- Fang, Xiaohua;
- Pawlowski, David;
- Ma, Yingjuan;
- Bougher, Stephen;
- Thiemann, Edward;
- Eparvier, Francis;
- Wang, Wenbin;
- Dong, Chuanfei;
- Lee, Christina O;
- Dong, Yaxue;
- Benna, Mehdi;
- Elrod, Meredith;
- Chamberlin, Phillip;
- Mahaffy, Paul;
- Jakosky, Bruce
We report the first global, time-dependent simulation of the Mars upper atmospheric responses to a realistic solar flare event, an X8.2 eruption on 10 September 2017. The Mars Global Ionosphere-Thermosphere Model runs with realistically specified flare irradiance, giving results in reasonably good agreement with the Mars Atmosphere and Volatile EvolutioN spacecraft measurements. It is found that the ionized and neutral regimes of the upper atmosphere are significantly disturbed by the flare but react differently.
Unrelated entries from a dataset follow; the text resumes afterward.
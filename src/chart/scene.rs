//! A picture as plain shapes and labels, in points (1/72 inch), y down. Every output draws this same picture.
//!
//! Colours are roles (see [`super::palette`]); text carries its box, measured by the shipped fonts. Numbers are `f64`;
//! the text dump rounds them to 0.01 point and is the same on every system.

use std::fmt;

use crate::sky::Body;
use crate::sky::constellations::Constellation;

use super::geometry::{self, Point, Rect};
use super::palette::{Palette, Rgb, Role};
use super::text::{self, Font};

/// What a mark stands for.
#[derive(Clone, Copy, Debug, PartialEq, Eq, PartialOrd, Ord, Hash)]
pub enum MarkId {
    /// Paper, frames, scales, title and key: nothing to point at.
    Sheet,
    /// Degrees along the edges, and the ecliptic.
    Scale,
    /// IAU boundary, by its place in the list handed in.
    Boundary(usize),
    /// The name of a constellation.
    Constellation(Constellation),
    /// A star by its number in the Hipparcos catalogue.
    Star(u32),
    /// The whole path of a body; a hit on it becomes a `TrackPoint`.
    Track(Body),
    /// A sample of a body's path.
    TrackPoint { body: Body, index: usize },
    /// The name of a body beside its path.
    BodyName(Body),
    /// An event of the season, by its place in the season's list.
    Event(usize),
    /// A date on the subject's path, by its place in the list handed in.
    Tick(usize),
    /// A date on the path of another body.
    OtherTick { body: Body, date: usize },
    /// A night of the timeline, by its place in the season.
    Night(usize),
    /// Where a body stands at the moment shown.
    Moment(Body),
    /// The moment shown, on the timeline.
    Cursor,
    /// The silhouette of the horizon with what is written in it.
    Skyline,
}

/// What lies over what; later ones cover earlier ones.
#[derive(Clone, Copy, Debug, PartialEq, Eq, PartialOrd, Ord, Hash)]
pub enum Layer {
    Sheet,
    Plate,
    /// Twilight and glare.
    Shade,
    Boundaries,
    Scale,
    Stars,
    /// Paths of companions and of the Sun.
    OtherPaths,
    /// Dates on them.
    Others,
    Track,
    Ticks,
    Marks,
    Leaders,
    /// The silhouette of the horizon.
    Skyline,
    Labels,
    Frame,
}

impl Layer {
    /// The word that stands for the layer in text dumps and in the groups of an SVG.
    #[must_use]
    pub const fn word(self) -> &'static str {
        match self {
            Layer::Sheet => "sheet",
            Layer::Plate => "plate",
            Layer::Shade => "shade",
            Layer::Boundaries => "boundaries",
            Layer::Scale => "scale",
            Layer::Stars => "stars",
            Layer::OtherPaths => "other-paths",
            Layer::Others => "others",
            Layer::Track => "track",
            Layer::Ticks => "ticks",
            Layer::Marks => "marks",
            Layer::Leaders => "leaders",
            Layer::Skyline => "skyline",
            Layer::Labels => "labels",
            Layer::Frame => "frame",
        }
    }
}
The ionospheric electron density enhancement is concentrated below ~110-km altitude due to enhanced solar X-rays, closely following the time evolution of the flare. The neutral atmospheric perturbation increases with altitude and is important above ~150-km altitude, in association with atmospheric upwelling driven by solar extreme ultraviolet heating. It takes ~2.5 hr past the flare peak to reach the maximum disturbance and then additional ~10 hr to generally settle down to preflare levels.